● Data to process:
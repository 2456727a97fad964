"""Posterior sampling under distance priors: reweighting and emcee vs quadrature."""

import json
import warnings

import numpy as np
import pytest
from scipy import integrate, optimize

from perierr import ObservedStar, analyze
from perierr.errors import InputError, PerierrWarning
from perierr.models import StraightLine
from perierr.priors import (
    ChainTooShortError,
    ExponentialDensity,
    GeneralizedGamma,
    NoPrior,
    TablePrior,
    UniformDensity,
    posterior_samples,
    sample_posterior_mcmc,
)
from perierr.propagate.montecarlo import monte_carlo, propagate_samples
from perierr.summary import summarize

LEVELS = (0.05, 0.16, 0.5, 0.84, 0.95)

#: Monte Carlo checks allow K_SE standard errors computed in the test (4, as in tests/test_propagation.py:
#: the checks here already stated from the statistics use 4, so one K never loosens them; two-sided
#: false-alarm probability 6e-5 per check; the seeds are fixed).
K_SE = 4.0

#: Accuracy of the quadrature references relative to the distance: scipy.integrate.quad's default relative
#: tolerance 1.5e-8 on the CDF and brentq's xtol 1e-10 pc, so 1e-6 of r is a generous bound.
QUAD_RTOL = 1e-6


def invented_star(plx, eplx, *, only_parallax=False, pm=(1.0, 2.0), rv=-30.0):
    """An invented star (no real object), correlated astrometry unless only_parallax."""
    e = 0.0 if only_parallax else 1.0
    return ObservedStar.from_values(
        name="invented", ra=123.4, dec=-21.0, parallax=plx, parallax_error=eplx,
        pmra=pm[0], pmra_error=0.05 * e, pmdec=pm[1], pmdec_error=0.04 * e,
        radial_velocity=rv, radial_velocity_error=0.5 * e,
        ra_error=0.02 * e, dec_error=0.02 * e,
        parallax_pmra_corr=0.3 * e, parallax_pmdec_corr=-0.2 * e, pmra_pmdec_corr=0.1 * e,
    )


def quadrature_quantiles(prior, w, s, levels=LEVELS):
    """Quantiles of P(r | w) ~ exp(-(w - 1000/r)^2 / 2 s^2) P(r) by scipy.integrate.quad + brentq."""
    lo, hi = prior.support
    hi = min(hi, 1e6)

    def dens(r):
        return float(np.exp(-0.5 * ((w - 1000.0 / r) / s) ** 2 + prior.log_density(np.array([r]))[0]))

    edges = np.unique(np.concatenate([[max(lo, 1e-6)], np.geomspace(10.0, hi, 40), [hi]]))
    parts = np.array([integrate.quad(dens, a, b, limit=200, epsabs=0)[0] for a, b in zip(edges[:-1], edges[1:])])
    cum = np.concatenate([[0.0], np.cumsum(parts)]) / parts.sum()

    def cdf(r):
        k = min(np.searchsorted(edges, r) - 1, len(parts) - 1)
        k = max(k, 0)
        return cum[k] + integrate.quad(dens, edges[k], r, limit=200, epsabs=0)[0] / parts.sum()

    out = []
    for q in levels:
        k = int(np.searchsorted(cum, q)) - 1
        out.append(optimize.brentq(lambda r, q=q: cdf(r) - q, edges[k], edges[k + 1], xtol=1e-10, rtol=1e-12))
    return np.array(out)


def distance_summary(samples):
    return summarize(1000.0 / samples.values[:, 2], levels=LEVELS, weights=samples.weights)


@pytest.mark.slow  # about a second or more: left out of mutation runs (DEVELOPERS.md)
@pytest.mark.parametrize("frac", [0.05, 0.2, 0.5])
@pytest.mark.parametrize("method", ["reweight", "mcmc"])
def test_distance_quantiles_match_quadrature(frac, method):
    # reference: direct quadrature of the 1-D posterior with scipy.integrate (Bailer-Jones 2015, eq. 2 x eq. 18);
    # the other five parameters have flat priors, so the marginal of r is exactly that 1-D posterior
    prior = ExponentialDensity(1350.0)
    w = 1.6
    star = invented_star(w, frac * w)
    samples = posterior_samples(star, prior, n=200_000, seed=11, method=method, mcmc_effective_size=4000)
    assert samples.method == method
    ref = quadrature_quantiles(prior, w, frac * w)
    s = distance_summary(samples)
    for q, r in zip(LEVELS, ref):
        # K_SE Monte Carlo standard errors (the binomial quantile error, Conover 1999, Sect. 3.2, with the
        # Kish size) plus the quadrature's accuracy
        assert abs(s.quantiles[q] - r) < K_SE * s.quantile_se[q] + QUAD_RTOL * r, (q, s.quantiles[q], r)
    assert s.effective_size == pytest.approx(samples.info["effective_size"], rel=0.25)


@pytest.mark.slow  # about a second or more: left out of mutation runs (DEVELOPERS.md)
def test_negative_parallax_uniform_prior_mcmc_matches_quadrature():
    # scipy.integrate reference; uniform space density to r_max (common practice, no source)
    prior = UniformDensity(800.0)
    star = invented_star(-0.4, 0.6)
    with pytest.warns(PerierrWarning, match="dominated by the uniform_density prior"):
        samples = posterior_samples(star, prior, n=4000, seed=5)
    assert samples.method == "mcmc" and samples.info["switched_to_mcmc"] == "nominal parallax <= 0"
    ref = quadrature_quantiles(prior, -0.4, 0.6)
    s = distance_summary(samples)
    for q, r in zip(LEVELS, ref):
        assert abs(s.quantiles[q] - r) < K_SE * s.quantile_se[q] + QUAD_RTOL * r


@pytest.mark.parametrize(
    "prior",
    [ExponentialDensity(1350.0), GeneralizedGamma(1.5, 1.0, 400.0), UniformDensity(5000.0),
     TablePrior([1.0, 1e4], [1.0, 3.0])],
)
def test_tiny_parallax_error_every_prior_gives_plain_monte_carlo(prior):
    # the likelihood dominates any smooth prior as sigma/parallax -> 0 (Bailer-Jones 2015, Sect. 4)
    star = invented_star(10.0, 1e-4)
    model = StraightLine()
    plain = monte_carlo(star, model, n=20_000, seed=3)
    samples = posterior_samples(star, prior, n=20_000, seed=3)
    assert samples.method == "reweight"
    assert samples.info["effective_size"] > 0.999 * 20_000
    post = propagate_samples(samples, model, reference=star.mean)
    for q in ("time_myr", "distance_pc", "speed_kms"):
        a, b = plain.summaries[q], post.summaries[q]
        half = 0.5 * (a.quantiles[0.84] - a.quantiles[0.16])
        for lev in LEVELS:
            assert abs(a.quantiles[lev] - b.quantiles[lev]) < 0.01 * half


@pytest.mark.slow  # about a second or more: left out of mutation runs (DEVELOPERS.md)
def test_tiny_parallax_error_mcmc_gives_plain_monte_carlo():
    # same limit through the sampler (Bailer-Jones 2015, Sect. 4); within K_SE standard errors of the
    # difference of two independent quantile estimates, the root sum of squares of their errors
    star = invented_star(10.0, 1e-4)
    model = StraightLine()
    plain = monte_carlo(star, model, n=50_000, seed=3)
    post = propagate_samples(
        posterior_samples(star, ExponentialDensity(1350.0), n=3000, seed=4, method="mcmc"), model,
        reference=star.mean,
    )
    for q in ("time_myr", "distance_pc", "speed_kms"):
        a, b = plain.summaries[q], post.summaries[q]
        for lev in (0.16, 0.5, 0.84):
            assert abs(a.quantiles[lev] - b.quantiles[lev]) < K_SE * np.hypot(b.quantile_se[lev], a.quantile_se[lev])


@pytest.mark.slow  # about a second or more: left out of mutation runs (DEVELOPERS.md)
@pytest.mark.parametrize("method", ["reweight", "mcmc"])
def test_only_parallax_uncertain_perihelion_quantiles_are_model_of_distance_quantiles(method):
    # with vr < 0 and v_t << |vr| over the posterior, t_ph, d_ph and v_ph all increase with r
    # (Matthews 1994, QJRAS 35, 1: t = -r vr / v^2, d = r v_t / v), so quantiles map through the model;
    # distance quantiles from scipy.integrate quadrature
    plx, s = 2.0, 0.6
    star = invented_star(plx, s, only_parallax=True, pm=(0.05, 0.08), rv=-25.0)
    prior = ExponentialDensity(1000.0)
    samples = posterior_samples(star, prior, n=200_000, seed=8, method=method)
    res = propagate_samples(samples, StraightLine(), reference=star.mean)
    ref_r = quadrature_quantiles(prior, plx, s)
    rows = np.tile(star.mean, (len(LEVELS), 1))
    rows[:, 2] = 1000.0 / ref_r
    ph = StraightLine().evaluate(rows)
    for q in ("time_myr", "distance_pc", "speed_kms"):
        summ = res.summaries[q]
        expected = ph.output(q)
        for k, lev in enumerate(LEVELS):
            assert abs(summ.quantiles[lev] - expected[k]) <= 4 * summ.quantile_se[lev] + 1e-6 * abs(expected[k])


def test_negative_parallax_end_to_end_through_analyze():
    # d_ph of an only-parallax-uncertain star is monotone in r (Matthews 1994), so its median is the model
    # at the posterior median distance from scipy.integrate quadrature
    star = invented_star(-0.3, 0.4, only_parallax=True, pm=(0.05, 0.08), rv=-25.0)
    with warnings.catch_warnings(record=True) as caught:
        warnings.simplefilter("always")
        # the straight line: the reference below is the straight-line d_ph (and the orbit model is slow at ~kpc)
        result = analyze(star, model="straight_line", distance_prior="edsd:L=1kpc", n_samples=4000, seed=21)
    messages = [str(w.message) for w in caught]
    assert any("dominated by the edsd prior" in m for m in messages)
    assert result.linear is None and result.budget is None
    doc = json.loads(json.dumps(result.to_dict()))
    assert doc["prior"]["name"] == "edsd" and doc["prior"]["method"] == "mcmc"
    assert doc["prior"]["parameters"] == {"L_pc": 1000.0}
    assert doc["prior"]["effective_size"] >= 3000
    assert doc["prior"]["autocorrelation_time"]["ln_distance"] > 1.0
    med_r = quadrature_quantiles(ExponentialDensity(1000.0), -0.3, 0.4, levels=(0.5,))[0]
    expected = StraightLine().evaluate(np.r_[star.mean[:2], 1000.0 / med_r, star.mean[3:]][None, :])
    d = result.monte_carlo.summaries["distance_pc"]
    assert abs(d.median - expected.distance_pc[0]) < 4 * d.quantile_se[0.5]


@pytest.mark.slow  # about a second or more: left out of mutation runs (DEVELOPERS.md)
def test_auto_switches_to_mcmc_when_reweighting_degenerates():
    # Kish effective sample size (Kish 1965, Survey Sampling, Sect. 11.7) below the threshold
    star = invented_star(2.0, 1.5)
    samples = posterior_samples(star, UniformDensity(100.0), n=2000, seed=2, min_effective_size=1500)
    assert samples.method == "mcmc"
    assert samples.info["reweight_effective_size"] < 1500
    assert samples.info["switched_to_mcmc"].startswith("reweighting effective sample size")


def test_reweight_weights_are_prior_times_r_squared():
    # importance weight = target / proposal in r: P(r) r^2 (change of variables, common practice, no source)
    star = invented_star(2.0, 0.5)
    prior = ExponentialDensity(700.0)
    s = posterior_samples(star, prior, n=1000, seed=9, method="reweight")
    r = 1000.0 / s.values[:, 2]
    expected = r**4 * np.exp(-r / 700.0)
    np.testing.assert_allclose(s.weights, expected / expected.sum(), rtol=1e-10)
    assert s.info["effective_size"] == pytest.approx(1.0 / np.sum(s.weights**2), rel=1e-12)
    assert s.info["n_zero_weight"] == 1000 - s.n


@pytest.mark.slow  # about a second or more: left out of mutation runs (DEVELOPERS.md)
def test_same_seed_same_chain_and_generalized_gamma_equals_edsd():
    # Bailer-Jones et al. 2021, AJ 161, 147: GG(alpha=1, beta=2) is EDSD; rounding in the normalization
    # can flip single accept/reject steps, so the chains agree in distribution (4 MC errors)
    star = invented_star(0.8, 0.3)
    a = posterior_samples(star, ExponentialDensity(900.0), n=2000, seed=6, method="mcmc")
    again = posterior_samples(star, ExponentialDensity(900.0), n=2000, seed=6, method="mcmc")
    np.testing.assert_array_equal(a.values, again.values)
    b = posterior_samples(star, GeneralizedGamma(1.0, 2.0, 900.0), n=2000, seed=7, method="mcmc")
    sa, sb = distance_summary(a), distance_summary(b)
    for lev in LEVELS:
        assert abs(sa.quantiles[lev] - sb.quantiles[lev]) < 4 * np.hypot(sa.quantile_se[lev], sb.quantile_se[lev])
    ra = posterior_samples(star, ExponentialDensity(900.0), n=5000, seed=6, method="reweight")
    rb = posterior_samples(star, GeneralizedGamma(1.0, 2.0, 900.0), n=5000, seed=6, method="reweight")
    np.testing.assert_allclose(ra.weights, rb.weights, rtol=1e-9)


@pytest.mark.slow  # about a second or more: left out of mutation runs (DEVELOPERS.md)
def test_mcmc_preserves_correlations_of_other_parameters():
    # conditional Gaussian of pmra given parallax: its mean shifts by rho sigma_pm (plx - plx0)/sigma_plx
    # (Gaussian conditioning, common practice, no source); check slope of pmra on parallax
    star = invented_star(5.0, 0.25)
    s = posterior_samples(star, ExponentialDensity(1350.0), n=4000, seed=12, method="mcmc")
    x, y = s.values[:, 2], s.values[:, 3]
    slope, intercept = np.polyfit(x, y, 1)
    expected = star.cov[2, 3] / star.cov[2, 2]
    # K_SE standard errors of the least-squares slope, sqrt(sum(resid^2) / (n - 2) / sum((x - mean)^2))
    # (textbook regression; the thinned chain's draws are close to independent)
    resid = y - (slope * x + intercept)
    se = np.sqrt(resid @ resid / (x.size - 2) / np.sum((x - x.mean()) ** 2))
    assert abs(slope - expected) < K_SE * se
    held = invented_star(5.0, 0.25, only_parallax=True)
    h = posterior_samples(held, ExponentialDensity(1350.0), n=500, seed=12, method="mcmc")
    assert np.ptp(h.values[:, 3]) == 0.0 and h.info["sampled_parameters"] == ["ln_distance"]


def test_chain_too_short_raises_and_short_chain_warns():
    star = invented_star(1.0, 0.5)
    with pytest.raises(ChainTooShortError, match="MCMC chain too short .* raise max_steps"):
        sample_posterior_mcmc(star, ExponentialDensity(1000.0), n_effective=1000, seed=1, max_steps=100)
    with pytest.warns(PerierrWarning, match="MCMC chain short"):
        s = sample_posterior_mcmc(star, ExponentialDensity(1000.0), n_effective=1000, seed=1, max_steps=1600)
    assert s.info["n_steps"] == 1600


def test_sampling_errors():
    star = invented_star(1.0, 0.5)
    with pytest.raises(InputError, match="prior_method = 'grid': expected one of auto, reweight, mcmc"):
        posterior_samples(star, ExponentialDensity(1.0), method="grid")
    with pytest.raises(InputError, match="the prior is improper for this parallax"), \
            pytest.warns(PerierrWarning, match="dominated by the custom prior"):
        posterior_samples(invented_star(-1.0, 0.5), lambda r: r * 0 + 1.0, n=1000, seed=1)
    with pytest.raises(InputError, match="n_walkers = 5: expected an even number >= 12"):
        sample_posterior_mcmc(star, ExponentialDensity(1000.0), n_walkers=5)
    with pytest.raises(InputError, match="parallax = -1.0: The 'none' distance prior"):
        posterior_samples(invented_star(-1.0, 0.5), NoPrior())
    with pytest.raises(InputError, match="no Gaussian draw of the parallax lies where the prior is non-zero"):
        posterior_samples(invented_star(2.0, 0.01), UniformDensity(100.0), n=1000, seed=1, method="reweight")


def test_analyze_with_prior_explains_linear_columns_and_matches_quadrature():
    # reweighted posterior median distance vs scipy.integrate quadrature; d_ph monotone in r for an
    # only-parallax-uncertain star (Matthews 1994, QJRAS 35, 1)
    star = invented_star(1.0, 0.35, only_parallax=True, pm=(0.05, 0.08), rv=-25.0)
    with warnings.catch_warnings():
        warnings.simplefilter("ignore", PerierrWarning)
        # the straight line: the reference below is the straight-line d_ph (and the orbit model is slow at ~kpc)
        result = analyze(star, model="straight_line", distance_prior=UniformDensity(3000.0), n_samples=100_000,
                         seed=5)  # fmt: skip
    assert result.prior.method == "reweight"
    assert any("posterior summaries; the linearized columns" in w for w in result.warnings)
    assert not any("not linear over the error ellipsoid" in w for w in result.warnings)
    med_r = quadrature_quantiles(UniformDensity(3000.0), 1.0, 0.35, levels=(0.5,))[0]
    expected = StraightLine().evaluate(np.r_[star.mean[:2], 1000.0 / med_r, star.mean[3:]][None, :])
    d = result.monte_carlo.summaries["distance_pc"]
    assert abs(d.median - expected.distance_pc[0]) < 4 * d.quantile_se[0.5]
    assert d.effective_size == pytest.approx(result.prior.effective_size, rel=1e-9)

● The task: Print the lines above from the one with "# at the posterior" through the one with "star = invented_star(2.0, 1.5)", both included, exactly as written and nothing more.

● Expected answer:
    # at the posterior median distance from scipy.integrate quadrature
    star = invented_star(-0.3, 0.4, only_parallax=True, pm=(0.05, 0.08), rv=-25.0)
    with warnings.catch_warnings(record=True) as caught:
        warnings.simplefilter("always")
        # the straight line: the reference below is the straight-line d_ph (and the orbit model is slow at ~kpc)
        result = analyze(star, model="straight_line", distance_prior="edsd:L=1kpc", n_samples=4000, seed=21)
    messages = [str(w.message) for w in caught]
    assert any("dominated by the edsd prior" in m for m in messages)
    assert result.linear is None and result.budget is None
    doc = json.loads(json.dumps(result.to_dict()))
    assert doc["prior"]["name"] == "edsd" and doc["prior"]["method"] == "mcmc"
    assert doc["prior"]["parameters"] == {"L_pc": 1000.0}
    assert doc["prior"]["effective_size"] >= 3000
    assert doc["prior"]["autocorrelation_time"]["ln_distance"] > 1.0
    med_r = quadrature_quantiles(ExponentialDensity(1000.0), -0.3, 0.4, levels=(0.5,))[0]
    expected = StraightLine().evaluate(np.r_[star.mean[:2], 1000.0 / med_r, star.mean[3:]][None, :])
    d = result.monte_carlo.summaries["distance_pc"]
    assert abs(d.median - expected.distance_pc[0]) < 4 * d.quantile_se[0.5]


@pytest.mark.slow  # about a second or more: left out of mutation runs (DEVELOPERS.md)
def test_auto_switches_to_mcmc_when_reweighting_degenerates():
    # Kish effective sample size (Kish 1965, Survey Sampling, Sect. 11.7) below the threshold
    star = invented_star(2.0, 1.5)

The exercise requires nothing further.